## Assignment
Only one stretch of the data below is wanted: the lines starting at the one with "from tests.gluing.reference_gluing import" and ending at the one with "new = list(glued_covers(base, degree, profiles, marks, stats))", both included, given again exactly.

Saved entries:
·····
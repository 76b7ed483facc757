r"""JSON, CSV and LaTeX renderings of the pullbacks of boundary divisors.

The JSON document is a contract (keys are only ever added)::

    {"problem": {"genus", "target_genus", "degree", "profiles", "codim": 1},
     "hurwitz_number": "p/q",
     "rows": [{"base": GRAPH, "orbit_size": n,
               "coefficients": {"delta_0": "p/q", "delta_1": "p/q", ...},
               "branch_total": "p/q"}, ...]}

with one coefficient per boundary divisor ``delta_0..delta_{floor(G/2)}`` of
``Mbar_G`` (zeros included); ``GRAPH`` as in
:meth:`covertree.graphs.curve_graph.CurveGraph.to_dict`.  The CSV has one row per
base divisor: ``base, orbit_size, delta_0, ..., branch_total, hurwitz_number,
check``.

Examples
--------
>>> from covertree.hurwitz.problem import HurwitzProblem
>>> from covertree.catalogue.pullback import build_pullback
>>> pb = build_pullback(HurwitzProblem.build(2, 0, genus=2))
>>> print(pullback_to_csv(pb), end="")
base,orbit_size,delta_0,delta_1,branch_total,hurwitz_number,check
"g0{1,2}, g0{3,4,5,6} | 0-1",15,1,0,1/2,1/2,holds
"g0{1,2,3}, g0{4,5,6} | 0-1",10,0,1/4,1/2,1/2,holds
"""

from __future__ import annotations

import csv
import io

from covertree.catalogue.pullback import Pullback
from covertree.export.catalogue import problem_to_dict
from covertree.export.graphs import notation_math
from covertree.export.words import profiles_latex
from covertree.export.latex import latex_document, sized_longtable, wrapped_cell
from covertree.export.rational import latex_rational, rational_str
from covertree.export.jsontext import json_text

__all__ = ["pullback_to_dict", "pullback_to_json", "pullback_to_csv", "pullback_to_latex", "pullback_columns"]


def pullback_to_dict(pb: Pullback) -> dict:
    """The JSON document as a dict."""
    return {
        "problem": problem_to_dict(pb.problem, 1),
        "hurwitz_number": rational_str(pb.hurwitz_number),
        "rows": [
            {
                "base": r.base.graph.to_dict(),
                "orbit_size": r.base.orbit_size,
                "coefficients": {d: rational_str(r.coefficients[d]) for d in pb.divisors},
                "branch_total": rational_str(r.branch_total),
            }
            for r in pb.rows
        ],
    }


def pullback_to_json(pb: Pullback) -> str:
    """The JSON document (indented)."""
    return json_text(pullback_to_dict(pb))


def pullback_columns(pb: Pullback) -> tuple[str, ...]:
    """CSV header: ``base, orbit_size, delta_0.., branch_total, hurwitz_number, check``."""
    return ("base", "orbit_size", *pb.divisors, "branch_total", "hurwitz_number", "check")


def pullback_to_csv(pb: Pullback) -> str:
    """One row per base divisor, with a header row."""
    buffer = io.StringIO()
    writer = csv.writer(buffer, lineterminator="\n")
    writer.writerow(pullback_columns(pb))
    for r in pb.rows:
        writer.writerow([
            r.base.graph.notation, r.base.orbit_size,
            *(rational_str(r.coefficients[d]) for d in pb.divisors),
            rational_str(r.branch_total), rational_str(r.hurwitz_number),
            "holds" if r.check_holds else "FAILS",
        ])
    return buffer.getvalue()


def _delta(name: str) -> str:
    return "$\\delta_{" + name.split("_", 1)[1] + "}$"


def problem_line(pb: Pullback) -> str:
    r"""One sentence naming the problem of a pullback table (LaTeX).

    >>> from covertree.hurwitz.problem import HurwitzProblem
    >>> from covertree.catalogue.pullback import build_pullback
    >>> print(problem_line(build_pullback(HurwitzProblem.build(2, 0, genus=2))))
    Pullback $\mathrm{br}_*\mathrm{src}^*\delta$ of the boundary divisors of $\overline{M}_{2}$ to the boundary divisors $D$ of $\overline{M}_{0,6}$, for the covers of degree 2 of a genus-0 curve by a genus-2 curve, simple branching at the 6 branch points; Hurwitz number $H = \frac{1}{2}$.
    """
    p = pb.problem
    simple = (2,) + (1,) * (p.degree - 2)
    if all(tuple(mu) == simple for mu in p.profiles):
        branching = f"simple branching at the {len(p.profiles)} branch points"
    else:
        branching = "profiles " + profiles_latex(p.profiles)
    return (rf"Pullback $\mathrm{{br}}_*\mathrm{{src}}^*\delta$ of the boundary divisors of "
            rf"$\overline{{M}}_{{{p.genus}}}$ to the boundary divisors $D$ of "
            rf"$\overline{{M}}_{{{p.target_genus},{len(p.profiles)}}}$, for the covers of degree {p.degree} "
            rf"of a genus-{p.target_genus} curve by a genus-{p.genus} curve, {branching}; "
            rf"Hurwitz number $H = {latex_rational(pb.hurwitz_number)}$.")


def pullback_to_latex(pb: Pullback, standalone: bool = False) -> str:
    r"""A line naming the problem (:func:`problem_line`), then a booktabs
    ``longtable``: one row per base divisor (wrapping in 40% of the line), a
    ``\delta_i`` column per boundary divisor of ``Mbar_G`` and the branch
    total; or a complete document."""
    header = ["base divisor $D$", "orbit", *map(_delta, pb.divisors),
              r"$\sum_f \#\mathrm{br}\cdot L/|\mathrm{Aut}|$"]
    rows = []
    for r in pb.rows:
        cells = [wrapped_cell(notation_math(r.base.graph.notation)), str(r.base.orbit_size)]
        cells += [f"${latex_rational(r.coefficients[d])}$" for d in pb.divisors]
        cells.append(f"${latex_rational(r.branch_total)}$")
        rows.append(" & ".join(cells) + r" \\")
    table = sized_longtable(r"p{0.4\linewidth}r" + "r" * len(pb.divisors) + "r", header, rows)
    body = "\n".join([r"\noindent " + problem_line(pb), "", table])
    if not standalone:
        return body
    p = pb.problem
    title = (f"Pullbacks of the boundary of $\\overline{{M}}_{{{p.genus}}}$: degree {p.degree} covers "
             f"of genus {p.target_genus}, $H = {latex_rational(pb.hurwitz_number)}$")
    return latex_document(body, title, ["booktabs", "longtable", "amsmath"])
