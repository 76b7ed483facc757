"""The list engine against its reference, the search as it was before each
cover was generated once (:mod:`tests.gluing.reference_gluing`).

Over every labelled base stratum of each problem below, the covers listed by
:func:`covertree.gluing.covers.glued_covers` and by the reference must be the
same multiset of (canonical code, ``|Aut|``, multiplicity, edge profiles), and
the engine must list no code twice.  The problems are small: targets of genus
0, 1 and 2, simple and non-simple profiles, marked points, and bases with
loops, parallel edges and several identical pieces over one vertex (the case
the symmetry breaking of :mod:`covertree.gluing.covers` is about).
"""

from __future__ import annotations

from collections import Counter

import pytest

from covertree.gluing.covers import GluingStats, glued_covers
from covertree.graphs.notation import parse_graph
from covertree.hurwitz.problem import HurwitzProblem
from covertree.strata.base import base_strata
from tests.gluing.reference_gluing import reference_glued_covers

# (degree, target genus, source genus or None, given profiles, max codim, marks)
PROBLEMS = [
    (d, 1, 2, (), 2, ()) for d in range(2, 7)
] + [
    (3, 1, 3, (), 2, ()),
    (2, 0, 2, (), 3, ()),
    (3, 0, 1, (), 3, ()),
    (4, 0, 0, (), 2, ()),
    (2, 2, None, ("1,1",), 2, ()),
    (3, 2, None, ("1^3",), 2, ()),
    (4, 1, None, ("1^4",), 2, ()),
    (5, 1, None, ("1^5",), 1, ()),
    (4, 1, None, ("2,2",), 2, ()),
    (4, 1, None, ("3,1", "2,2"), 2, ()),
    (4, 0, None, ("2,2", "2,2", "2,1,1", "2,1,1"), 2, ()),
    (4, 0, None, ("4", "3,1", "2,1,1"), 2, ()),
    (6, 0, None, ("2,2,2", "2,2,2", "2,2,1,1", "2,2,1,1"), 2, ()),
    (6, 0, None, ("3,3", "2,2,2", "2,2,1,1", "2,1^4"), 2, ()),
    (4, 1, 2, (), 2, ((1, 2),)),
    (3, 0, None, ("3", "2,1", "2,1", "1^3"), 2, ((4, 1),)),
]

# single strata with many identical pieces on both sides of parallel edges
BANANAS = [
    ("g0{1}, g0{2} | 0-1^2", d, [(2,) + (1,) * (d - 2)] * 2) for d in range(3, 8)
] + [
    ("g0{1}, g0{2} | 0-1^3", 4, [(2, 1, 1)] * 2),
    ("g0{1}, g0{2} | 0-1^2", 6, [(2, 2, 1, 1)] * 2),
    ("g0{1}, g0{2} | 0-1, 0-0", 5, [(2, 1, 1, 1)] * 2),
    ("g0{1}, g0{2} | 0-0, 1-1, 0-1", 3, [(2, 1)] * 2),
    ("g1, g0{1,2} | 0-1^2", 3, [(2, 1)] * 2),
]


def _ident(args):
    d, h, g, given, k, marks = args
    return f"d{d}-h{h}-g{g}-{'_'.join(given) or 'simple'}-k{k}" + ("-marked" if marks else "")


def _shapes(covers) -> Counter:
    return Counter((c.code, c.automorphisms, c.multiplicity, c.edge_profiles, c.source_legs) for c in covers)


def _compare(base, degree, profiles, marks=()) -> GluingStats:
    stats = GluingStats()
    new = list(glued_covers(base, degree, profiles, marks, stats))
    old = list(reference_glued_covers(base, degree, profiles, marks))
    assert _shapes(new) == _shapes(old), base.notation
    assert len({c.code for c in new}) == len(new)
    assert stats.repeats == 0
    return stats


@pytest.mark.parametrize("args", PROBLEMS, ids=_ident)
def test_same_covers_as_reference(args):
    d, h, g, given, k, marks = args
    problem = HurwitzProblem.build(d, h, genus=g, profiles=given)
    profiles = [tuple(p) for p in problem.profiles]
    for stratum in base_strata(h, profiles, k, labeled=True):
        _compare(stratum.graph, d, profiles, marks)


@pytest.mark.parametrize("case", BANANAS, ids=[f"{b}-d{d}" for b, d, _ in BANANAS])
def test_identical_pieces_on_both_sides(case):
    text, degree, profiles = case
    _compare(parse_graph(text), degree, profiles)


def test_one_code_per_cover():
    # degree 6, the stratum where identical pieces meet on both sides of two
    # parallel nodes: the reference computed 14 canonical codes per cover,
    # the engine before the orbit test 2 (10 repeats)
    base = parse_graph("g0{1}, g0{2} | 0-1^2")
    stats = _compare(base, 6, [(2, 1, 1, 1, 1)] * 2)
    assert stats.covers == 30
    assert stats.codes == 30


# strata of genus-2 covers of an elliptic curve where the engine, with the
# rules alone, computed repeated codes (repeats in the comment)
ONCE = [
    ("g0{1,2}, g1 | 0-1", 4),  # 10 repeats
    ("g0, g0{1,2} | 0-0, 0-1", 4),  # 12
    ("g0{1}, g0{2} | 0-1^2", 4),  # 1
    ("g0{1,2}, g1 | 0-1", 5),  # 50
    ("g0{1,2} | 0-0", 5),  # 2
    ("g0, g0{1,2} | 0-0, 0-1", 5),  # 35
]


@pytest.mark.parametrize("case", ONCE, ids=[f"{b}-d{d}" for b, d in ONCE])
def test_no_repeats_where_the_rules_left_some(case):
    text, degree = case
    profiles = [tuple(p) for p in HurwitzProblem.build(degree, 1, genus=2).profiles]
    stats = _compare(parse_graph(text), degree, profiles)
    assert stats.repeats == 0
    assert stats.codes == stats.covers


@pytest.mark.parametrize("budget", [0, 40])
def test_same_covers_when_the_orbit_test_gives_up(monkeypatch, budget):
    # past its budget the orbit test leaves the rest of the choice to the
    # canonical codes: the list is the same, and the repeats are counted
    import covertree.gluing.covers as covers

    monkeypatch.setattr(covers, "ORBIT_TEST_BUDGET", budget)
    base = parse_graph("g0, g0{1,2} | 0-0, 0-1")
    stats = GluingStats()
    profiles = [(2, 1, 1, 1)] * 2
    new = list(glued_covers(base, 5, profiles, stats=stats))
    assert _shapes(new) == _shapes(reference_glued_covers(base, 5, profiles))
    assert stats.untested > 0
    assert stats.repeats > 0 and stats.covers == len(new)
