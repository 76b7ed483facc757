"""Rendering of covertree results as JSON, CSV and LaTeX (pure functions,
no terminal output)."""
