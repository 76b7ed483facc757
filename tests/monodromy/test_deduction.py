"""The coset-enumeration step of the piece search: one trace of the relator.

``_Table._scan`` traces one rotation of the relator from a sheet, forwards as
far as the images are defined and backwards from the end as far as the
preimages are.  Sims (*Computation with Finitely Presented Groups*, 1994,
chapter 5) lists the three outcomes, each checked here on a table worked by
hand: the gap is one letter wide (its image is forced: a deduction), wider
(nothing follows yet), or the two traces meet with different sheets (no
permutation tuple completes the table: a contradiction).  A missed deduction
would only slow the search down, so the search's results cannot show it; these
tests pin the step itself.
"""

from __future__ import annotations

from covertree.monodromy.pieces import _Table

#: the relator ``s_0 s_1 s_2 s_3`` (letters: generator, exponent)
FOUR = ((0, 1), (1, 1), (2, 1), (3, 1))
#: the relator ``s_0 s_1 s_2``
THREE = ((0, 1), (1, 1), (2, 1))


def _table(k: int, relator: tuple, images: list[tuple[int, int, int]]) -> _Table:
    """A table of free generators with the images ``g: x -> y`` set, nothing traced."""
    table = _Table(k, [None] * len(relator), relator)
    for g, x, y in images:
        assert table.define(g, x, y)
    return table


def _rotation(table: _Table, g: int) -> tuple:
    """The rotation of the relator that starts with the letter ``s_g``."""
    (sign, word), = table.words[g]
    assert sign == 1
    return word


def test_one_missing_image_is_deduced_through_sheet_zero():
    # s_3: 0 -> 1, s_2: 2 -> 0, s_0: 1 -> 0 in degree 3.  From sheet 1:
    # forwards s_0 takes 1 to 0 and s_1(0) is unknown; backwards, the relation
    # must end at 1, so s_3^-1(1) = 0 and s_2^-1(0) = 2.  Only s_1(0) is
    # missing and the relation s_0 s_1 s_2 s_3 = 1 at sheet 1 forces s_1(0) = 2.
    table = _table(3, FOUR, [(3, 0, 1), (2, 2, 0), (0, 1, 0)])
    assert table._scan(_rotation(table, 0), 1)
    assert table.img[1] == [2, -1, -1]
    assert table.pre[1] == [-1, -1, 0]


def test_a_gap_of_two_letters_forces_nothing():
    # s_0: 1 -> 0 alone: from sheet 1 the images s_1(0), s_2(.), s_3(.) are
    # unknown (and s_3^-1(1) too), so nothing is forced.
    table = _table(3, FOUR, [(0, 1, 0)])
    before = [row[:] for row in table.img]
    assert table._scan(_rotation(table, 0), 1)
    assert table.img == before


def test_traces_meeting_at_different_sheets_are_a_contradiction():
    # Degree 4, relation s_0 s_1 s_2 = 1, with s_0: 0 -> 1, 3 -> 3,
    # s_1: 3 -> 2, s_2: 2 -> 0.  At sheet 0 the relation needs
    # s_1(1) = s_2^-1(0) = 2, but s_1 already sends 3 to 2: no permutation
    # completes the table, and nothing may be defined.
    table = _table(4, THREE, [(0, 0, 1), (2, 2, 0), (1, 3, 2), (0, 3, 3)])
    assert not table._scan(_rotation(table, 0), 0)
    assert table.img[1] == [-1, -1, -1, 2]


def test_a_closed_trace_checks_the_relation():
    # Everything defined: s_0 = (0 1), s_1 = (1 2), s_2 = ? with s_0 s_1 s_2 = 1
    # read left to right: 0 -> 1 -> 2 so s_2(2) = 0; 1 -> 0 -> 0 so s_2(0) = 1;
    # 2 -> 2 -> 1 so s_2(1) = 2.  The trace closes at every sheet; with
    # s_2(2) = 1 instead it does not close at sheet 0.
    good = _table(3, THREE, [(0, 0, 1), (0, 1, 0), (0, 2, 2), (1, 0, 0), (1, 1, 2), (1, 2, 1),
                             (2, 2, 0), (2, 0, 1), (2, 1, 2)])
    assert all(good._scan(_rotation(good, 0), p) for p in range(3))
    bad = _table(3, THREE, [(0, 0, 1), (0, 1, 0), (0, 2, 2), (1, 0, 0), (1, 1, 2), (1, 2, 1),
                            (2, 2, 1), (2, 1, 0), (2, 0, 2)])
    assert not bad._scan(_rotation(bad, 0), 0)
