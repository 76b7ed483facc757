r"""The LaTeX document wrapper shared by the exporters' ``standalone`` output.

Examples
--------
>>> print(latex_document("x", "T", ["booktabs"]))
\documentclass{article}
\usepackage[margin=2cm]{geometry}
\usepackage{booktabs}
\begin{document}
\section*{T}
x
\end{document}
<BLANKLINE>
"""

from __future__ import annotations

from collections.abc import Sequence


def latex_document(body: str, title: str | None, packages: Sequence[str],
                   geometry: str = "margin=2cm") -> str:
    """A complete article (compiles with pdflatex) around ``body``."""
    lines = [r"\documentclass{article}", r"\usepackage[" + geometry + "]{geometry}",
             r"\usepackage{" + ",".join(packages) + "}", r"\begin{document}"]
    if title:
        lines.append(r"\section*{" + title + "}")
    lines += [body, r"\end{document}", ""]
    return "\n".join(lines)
·····
## Output
from tests.gluing.reference_gluing import reference_glued_covers

# (degree, target genus, source genus or None, given profiles, max codim, marks)
PROBLEMS = [
    (d, 1, 2, (), 2, ()) for d in range(2, 7)
] + [
    (3, 1, 3, (), 2, ()),
    (2, 0, 2, (), 3, ()),
    (3, 0, 1, (), 3, ()),
    (4, 0, 0, (), 2, ()),
    (2, 2, None, ("1,1",), 2, ()),
    (3, 2, None, ("1^3",), 2, ()),
    (4, 1, None, ("1^4",), 2, ()),
    (5, 1, None, ("1^5",), 1, ()),
    (4, 1, None, ("2,2",), 2, ()),
    (4, 1, None, ("3,1", "2,2"), 2, ()),
    (4, 0, None, ("2,2", "2,2", "2,1,1", "2,1,1"), 2, ()),
    (4, 0, None, ("4", "3,1", "2,1,1"), 2, ()),
    (6, 0, None, ("2,2,2", "2,2,2", "2,2,1,1", "2,2,1,1"), 2, ()),
    (6, 0, None, ("3,3", "2,2,2", "2,2,1,1", "2,1^4"), 2, ()),
    (4, 1, 2, (), 2, ((1, 2),)),
    (3, 0, None, ("3", "2,1", "2,1", "1^3"), 2, ((4, 1),)),
]

# single strata with many identical pieces on both sides of parallel edges
BANANAS = [
    ("g0{1}, g0{2} | 0-1^2", d, [(2,) + (1,) * (d - 2)] * 2) for d in range(3, 8)
] + [
    ("g0{1}, g0{2} | 0-1^3", 4, [(2, 1, 1)] * 2),
    ("g0{1}, g0{2} | 0-1^2", 6, [(2, 2, 1, 1)] * 2),
    ("g0{1}, g0{2} | 0-1, 0-0", 5, [(2, 1, 1, 1)] * 2),
    ("g0{1}, g0{2} | 0-0, 1-1, 0-1", 3, [(2, 1)] * 2),
    ("g1, g0{1,2} | 0-1^2", 3, [(2, 1)] * 2),
]


def _ident(args):
    d, h, g, given, k, marks = args
    return f"d{d}-h{h}-g{g}-{'_'.join(given) or 'simple'}-k{k}" + ("-marked" if marks else "")


def _shapes(covers) -> Counter:
    return Counter((c.code, c.automorphisms, c.multiplicity, c.edge_profiles, c.source_legs) for c in covers)


def _compare(base, degree, profiles, marks=()) -> GluingStats:
    stats = GluingStats()
    new = list(glued_covers(base, degree, profiles, marks, stats))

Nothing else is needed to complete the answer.